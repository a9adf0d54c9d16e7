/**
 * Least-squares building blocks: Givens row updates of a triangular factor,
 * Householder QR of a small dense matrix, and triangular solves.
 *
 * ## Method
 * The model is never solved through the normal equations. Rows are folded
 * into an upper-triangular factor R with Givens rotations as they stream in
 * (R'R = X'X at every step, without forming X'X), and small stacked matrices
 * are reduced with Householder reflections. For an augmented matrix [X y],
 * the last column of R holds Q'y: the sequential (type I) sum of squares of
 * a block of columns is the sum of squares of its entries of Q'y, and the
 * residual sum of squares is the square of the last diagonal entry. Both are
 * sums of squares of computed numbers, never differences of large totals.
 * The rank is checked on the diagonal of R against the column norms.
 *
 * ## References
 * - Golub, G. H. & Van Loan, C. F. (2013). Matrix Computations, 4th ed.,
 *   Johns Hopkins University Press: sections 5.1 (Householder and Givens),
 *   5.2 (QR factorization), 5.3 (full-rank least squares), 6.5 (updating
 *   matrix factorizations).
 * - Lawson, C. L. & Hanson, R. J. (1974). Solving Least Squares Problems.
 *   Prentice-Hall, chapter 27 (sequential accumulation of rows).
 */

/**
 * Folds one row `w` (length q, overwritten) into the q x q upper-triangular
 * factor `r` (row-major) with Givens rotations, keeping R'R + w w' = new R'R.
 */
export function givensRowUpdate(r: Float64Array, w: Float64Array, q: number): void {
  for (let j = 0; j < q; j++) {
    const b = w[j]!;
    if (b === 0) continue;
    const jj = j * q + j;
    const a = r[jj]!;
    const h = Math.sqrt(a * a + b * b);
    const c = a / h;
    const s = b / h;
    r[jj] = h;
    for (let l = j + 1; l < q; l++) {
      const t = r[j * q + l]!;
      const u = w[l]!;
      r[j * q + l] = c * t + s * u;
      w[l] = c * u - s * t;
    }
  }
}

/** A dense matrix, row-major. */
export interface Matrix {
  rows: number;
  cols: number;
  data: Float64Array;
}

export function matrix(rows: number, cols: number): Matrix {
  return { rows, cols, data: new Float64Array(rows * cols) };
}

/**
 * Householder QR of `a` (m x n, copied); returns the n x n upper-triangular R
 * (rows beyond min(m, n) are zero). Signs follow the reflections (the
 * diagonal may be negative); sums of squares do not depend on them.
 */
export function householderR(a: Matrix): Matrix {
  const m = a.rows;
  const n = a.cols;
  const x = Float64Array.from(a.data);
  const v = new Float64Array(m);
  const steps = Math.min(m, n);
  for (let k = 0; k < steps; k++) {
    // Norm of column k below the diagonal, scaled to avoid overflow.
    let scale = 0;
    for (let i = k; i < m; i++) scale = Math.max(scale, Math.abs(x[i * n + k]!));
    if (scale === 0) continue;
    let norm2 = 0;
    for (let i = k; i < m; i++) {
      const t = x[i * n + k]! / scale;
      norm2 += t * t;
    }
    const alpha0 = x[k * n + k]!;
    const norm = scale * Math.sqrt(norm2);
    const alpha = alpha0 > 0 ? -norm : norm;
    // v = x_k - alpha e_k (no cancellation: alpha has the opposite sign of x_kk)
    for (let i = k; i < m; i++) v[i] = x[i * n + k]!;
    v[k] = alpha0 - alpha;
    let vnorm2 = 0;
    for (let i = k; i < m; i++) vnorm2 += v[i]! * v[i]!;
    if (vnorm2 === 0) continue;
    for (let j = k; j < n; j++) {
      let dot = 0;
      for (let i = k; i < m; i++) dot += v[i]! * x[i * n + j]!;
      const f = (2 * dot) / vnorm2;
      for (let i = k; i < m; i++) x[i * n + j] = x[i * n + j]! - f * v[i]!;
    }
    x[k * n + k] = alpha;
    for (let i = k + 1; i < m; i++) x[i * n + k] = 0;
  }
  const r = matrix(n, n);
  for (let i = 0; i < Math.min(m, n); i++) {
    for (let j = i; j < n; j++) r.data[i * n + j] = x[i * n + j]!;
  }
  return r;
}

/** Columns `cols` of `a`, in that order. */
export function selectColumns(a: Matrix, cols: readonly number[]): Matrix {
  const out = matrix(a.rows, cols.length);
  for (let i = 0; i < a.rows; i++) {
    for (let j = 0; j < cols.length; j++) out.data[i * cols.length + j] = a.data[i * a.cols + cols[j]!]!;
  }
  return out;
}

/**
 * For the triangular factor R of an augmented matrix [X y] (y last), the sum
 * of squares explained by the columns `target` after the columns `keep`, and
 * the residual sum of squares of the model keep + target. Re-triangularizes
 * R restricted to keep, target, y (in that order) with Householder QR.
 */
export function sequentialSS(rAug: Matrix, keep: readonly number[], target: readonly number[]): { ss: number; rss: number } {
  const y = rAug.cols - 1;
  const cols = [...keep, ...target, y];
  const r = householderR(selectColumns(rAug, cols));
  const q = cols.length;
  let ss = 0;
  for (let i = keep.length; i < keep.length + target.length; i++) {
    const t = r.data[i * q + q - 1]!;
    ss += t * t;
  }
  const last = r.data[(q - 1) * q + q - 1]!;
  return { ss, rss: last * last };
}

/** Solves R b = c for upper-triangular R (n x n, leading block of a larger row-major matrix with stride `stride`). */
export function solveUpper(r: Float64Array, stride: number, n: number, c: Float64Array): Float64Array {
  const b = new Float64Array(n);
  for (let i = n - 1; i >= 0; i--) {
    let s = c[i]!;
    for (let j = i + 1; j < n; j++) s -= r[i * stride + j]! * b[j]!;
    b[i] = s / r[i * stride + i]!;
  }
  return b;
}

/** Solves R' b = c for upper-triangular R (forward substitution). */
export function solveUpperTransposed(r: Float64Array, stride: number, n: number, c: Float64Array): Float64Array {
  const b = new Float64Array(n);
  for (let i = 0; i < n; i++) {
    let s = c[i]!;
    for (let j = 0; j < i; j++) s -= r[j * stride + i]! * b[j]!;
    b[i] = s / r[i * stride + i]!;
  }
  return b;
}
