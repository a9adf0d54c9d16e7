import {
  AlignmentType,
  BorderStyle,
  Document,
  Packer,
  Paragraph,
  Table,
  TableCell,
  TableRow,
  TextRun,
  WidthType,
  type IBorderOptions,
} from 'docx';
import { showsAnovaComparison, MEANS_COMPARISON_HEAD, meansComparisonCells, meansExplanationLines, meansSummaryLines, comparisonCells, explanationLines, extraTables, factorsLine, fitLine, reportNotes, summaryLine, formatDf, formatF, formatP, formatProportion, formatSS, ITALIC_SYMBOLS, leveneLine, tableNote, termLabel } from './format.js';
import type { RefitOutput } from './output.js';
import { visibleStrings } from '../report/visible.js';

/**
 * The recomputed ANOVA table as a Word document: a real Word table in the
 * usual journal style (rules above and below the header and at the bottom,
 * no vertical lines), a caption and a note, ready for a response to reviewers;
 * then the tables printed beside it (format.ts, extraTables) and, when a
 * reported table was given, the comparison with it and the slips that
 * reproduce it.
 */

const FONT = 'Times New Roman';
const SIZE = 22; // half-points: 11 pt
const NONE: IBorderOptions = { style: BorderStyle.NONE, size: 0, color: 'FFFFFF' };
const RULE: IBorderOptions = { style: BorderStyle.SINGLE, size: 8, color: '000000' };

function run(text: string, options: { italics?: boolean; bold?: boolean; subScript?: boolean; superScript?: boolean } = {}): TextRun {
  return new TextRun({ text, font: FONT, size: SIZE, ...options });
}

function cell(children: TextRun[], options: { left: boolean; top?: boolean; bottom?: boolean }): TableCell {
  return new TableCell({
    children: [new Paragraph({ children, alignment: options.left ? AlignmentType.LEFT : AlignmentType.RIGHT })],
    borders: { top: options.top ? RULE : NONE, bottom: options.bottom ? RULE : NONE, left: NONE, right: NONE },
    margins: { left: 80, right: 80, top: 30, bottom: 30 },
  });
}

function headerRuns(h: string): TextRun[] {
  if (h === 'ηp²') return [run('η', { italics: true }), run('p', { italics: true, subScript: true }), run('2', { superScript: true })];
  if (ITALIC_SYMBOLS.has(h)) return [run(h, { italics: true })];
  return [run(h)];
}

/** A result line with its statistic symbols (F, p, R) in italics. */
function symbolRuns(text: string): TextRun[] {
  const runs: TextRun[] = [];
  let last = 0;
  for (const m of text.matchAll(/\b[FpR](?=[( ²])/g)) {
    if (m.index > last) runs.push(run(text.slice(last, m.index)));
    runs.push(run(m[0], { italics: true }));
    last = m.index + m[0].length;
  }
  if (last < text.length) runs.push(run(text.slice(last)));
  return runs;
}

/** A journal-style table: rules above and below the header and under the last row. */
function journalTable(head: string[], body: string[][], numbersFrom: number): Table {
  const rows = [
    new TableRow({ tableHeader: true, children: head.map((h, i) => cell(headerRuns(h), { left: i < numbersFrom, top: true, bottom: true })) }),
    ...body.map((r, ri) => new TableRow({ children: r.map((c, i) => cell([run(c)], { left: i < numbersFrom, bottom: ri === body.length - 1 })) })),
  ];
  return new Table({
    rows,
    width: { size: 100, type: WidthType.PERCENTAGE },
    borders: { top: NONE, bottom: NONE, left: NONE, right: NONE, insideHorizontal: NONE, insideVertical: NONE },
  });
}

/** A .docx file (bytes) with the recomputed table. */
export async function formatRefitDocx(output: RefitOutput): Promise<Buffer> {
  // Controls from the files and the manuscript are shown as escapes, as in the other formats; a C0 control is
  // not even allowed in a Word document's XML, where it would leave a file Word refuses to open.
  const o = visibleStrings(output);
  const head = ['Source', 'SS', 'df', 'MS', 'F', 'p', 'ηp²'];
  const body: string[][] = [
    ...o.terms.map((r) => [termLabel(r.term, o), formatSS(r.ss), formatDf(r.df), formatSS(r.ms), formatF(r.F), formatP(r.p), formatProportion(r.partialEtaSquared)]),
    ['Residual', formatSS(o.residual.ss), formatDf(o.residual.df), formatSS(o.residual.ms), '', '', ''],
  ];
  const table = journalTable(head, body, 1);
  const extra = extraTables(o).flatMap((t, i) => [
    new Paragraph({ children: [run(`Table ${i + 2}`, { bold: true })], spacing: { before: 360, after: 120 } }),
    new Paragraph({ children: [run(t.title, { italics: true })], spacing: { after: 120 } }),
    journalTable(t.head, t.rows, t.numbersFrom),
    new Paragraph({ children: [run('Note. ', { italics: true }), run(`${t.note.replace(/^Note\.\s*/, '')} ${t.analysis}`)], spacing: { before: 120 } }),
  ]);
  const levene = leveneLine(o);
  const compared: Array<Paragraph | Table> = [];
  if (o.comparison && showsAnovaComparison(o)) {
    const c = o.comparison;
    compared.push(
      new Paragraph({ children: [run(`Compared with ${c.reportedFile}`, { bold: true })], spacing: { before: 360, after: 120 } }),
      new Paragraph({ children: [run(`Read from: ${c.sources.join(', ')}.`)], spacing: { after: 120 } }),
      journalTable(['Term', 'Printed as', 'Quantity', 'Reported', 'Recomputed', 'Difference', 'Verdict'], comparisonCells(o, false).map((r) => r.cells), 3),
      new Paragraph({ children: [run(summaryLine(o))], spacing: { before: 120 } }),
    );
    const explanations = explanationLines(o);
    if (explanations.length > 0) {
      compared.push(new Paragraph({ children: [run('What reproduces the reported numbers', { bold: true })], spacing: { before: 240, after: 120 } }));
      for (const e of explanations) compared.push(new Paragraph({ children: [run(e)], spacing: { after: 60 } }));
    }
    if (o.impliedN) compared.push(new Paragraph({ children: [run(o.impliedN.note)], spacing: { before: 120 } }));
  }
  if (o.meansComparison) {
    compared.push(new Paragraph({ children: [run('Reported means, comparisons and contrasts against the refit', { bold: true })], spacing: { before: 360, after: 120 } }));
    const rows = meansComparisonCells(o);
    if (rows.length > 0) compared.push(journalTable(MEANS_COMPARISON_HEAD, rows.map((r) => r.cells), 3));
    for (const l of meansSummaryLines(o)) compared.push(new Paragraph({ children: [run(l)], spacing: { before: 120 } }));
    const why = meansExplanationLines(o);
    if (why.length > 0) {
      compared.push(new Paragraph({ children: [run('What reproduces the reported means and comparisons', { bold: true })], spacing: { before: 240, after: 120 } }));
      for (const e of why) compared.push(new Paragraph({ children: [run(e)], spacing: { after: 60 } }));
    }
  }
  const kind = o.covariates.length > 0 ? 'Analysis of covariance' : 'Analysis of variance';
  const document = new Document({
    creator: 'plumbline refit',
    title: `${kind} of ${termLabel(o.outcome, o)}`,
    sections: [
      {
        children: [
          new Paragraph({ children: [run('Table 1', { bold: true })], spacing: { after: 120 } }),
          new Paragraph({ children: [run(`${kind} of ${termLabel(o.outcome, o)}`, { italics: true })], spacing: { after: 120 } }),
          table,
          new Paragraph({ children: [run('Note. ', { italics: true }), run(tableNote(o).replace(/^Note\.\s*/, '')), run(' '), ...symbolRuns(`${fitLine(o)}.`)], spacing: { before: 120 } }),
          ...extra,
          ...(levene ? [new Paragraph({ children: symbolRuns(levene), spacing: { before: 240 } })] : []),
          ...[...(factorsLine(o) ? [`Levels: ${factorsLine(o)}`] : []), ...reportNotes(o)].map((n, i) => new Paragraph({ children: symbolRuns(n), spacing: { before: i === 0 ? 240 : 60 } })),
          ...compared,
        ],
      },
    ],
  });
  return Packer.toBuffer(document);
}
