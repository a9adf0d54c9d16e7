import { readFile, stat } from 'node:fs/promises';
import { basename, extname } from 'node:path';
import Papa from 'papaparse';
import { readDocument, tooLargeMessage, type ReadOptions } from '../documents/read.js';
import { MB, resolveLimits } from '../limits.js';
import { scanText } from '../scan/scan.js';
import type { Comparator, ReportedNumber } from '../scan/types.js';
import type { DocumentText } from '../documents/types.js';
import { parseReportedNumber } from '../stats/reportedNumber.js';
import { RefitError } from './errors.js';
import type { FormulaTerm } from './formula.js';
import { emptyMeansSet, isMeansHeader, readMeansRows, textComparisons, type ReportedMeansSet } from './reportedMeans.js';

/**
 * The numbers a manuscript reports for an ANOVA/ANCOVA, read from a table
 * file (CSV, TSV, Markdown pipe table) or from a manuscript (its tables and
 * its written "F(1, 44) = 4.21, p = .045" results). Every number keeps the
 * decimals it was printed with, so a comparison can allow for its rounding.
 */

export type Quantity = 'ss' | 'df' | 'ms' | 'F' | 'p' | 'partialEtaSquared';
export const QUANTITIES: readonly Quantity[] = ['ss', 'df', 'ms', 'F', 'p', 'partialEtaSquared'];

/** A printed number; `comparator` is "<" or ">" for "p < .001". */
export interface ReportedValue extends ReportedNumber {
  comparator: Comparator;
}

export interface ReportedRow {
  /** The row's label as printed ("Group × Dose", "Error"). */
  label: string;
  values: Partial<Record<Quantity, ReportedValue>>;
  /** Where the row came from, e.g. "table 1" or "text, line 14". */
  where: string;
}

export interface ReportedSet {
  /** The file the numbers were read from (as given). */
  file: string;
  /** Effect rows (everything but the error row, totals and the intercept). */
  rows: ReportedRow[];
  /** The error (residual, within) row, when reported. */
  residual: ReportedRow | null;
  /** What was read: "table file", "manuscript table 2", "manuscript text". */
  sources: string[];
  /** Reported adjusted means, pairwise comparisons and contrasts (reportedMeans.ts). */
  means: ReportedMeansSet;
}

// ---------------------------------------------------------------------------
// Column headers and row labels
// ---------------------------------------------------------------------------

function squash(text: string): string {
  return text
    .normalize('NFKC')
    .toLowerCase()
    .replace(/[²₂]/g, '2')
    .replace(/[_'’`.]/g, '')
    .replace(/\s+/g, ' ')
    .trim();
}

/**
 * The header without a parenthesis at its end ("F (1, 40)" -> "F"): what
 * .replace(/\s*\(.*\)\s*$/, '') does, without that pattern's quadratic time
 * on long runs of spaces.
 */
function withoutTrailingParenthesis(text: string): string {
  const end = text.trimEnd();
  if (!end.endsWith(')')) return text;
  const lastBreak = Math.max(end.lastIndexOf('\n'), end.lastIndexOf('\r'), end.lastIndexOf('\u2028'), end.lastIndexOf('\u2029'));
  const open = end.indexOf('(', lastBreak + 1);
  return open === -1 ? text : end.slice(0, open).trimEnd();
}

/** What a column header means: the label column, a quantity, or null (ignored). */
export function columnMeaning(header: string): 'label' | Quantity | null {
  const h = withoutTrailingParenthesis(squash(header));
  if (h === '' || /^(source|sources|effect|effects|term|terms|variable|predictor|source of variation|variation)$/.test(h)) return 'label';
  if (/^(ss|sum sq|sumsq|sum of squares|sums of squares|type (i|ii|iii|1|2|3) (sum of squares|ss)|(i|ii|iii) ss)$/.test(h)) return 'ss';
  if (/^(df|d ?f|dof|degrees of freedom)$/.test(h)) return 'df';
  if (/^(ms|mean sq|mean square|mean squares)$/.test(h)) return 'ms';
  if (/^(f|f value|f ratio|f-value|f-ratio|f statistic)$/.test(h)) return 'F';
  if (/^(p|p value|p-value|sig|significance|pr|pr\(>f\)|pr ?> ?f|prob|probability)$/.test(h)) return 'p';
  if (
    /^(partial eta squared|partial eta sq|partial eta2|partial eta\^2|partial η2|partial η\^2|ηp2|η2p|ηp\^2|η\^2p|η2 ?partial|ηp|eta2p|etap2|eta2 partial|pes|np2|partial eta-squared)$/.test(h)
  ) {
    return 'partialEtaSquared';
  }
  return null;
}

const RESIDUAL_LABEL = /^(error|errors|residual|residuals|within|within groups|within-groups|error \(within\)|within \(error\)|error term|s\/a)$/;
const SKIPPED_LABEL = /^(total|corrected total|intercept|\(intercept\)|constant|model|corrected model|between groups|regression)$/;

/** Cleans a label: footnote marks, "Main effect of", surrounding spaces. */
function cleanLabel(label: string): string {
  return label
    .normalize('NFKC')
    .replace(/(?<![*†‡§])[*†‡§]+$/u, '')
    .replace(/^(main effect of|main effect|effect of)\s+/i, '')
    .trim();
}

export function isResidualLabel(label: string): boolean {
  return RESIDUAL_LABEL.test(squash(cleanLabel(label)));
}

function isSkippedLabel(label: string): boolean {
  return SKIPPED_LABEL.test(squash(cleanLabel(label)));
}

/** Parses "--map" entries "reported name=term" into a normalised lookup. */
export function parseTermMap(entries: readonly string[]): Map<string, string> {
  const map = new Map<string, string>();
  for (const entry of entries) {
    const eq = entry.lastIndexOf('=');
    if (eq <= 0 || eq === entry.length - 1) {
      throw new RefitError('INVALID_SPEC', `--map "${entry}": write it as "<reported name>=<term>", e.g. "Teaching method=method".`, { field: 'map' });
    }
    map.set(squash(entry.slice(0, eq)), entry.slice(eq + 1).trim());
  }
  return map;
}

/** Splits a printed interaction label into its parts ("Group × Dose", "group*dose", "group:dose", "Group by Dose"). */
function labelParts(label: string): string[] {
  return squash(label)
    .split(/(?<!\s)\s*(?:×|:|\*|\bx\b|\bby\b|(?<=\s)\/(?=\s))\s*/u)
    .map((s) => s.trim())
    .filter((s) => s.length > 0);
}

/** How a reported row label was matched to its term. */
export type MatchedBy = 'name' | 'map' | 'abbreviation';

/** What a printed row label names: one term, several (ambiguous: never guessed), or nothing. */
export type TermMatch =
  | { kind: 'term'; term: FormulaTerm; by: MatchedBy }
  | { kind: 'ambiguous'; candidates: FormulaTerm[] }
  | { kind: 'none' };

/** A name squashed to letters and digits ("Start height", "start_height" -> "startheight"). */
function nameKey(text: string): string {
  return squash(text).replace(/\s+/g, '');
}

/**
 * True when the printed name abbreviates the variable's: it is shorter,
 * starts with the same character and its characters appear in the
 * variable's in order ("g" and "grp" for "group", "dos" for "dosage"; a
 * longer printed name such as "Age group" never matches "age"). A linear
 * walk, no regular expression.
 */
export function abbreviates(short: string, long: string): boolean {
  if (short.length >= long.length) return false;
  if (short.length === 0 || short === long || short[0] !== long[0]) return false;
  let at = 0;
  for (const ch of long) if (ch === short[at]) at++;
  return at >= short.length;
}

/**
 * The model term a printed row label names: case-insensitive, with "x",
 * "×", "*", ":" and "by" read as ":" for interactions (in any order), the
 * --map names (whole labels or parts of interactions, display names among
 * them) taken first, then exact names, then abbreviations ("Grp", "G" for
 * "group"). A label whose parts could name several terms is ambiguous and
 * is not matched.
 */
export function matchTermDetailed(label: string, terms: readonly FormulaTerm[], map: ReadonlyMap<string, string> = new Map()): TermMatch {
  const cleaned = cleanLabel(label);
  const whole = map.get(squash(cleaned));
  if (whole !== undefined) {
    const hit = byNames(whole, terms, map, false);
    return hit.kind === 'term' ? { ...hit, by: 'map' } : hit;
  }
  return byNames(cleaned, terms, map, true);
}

+ + + + + + +

▶ _WHAT IS BEING ASKED_:
Give the number of lines in the listing that hold the string "formatProportion", and supply nothing further.

▶ _RESULT OF THIS TASK_:
2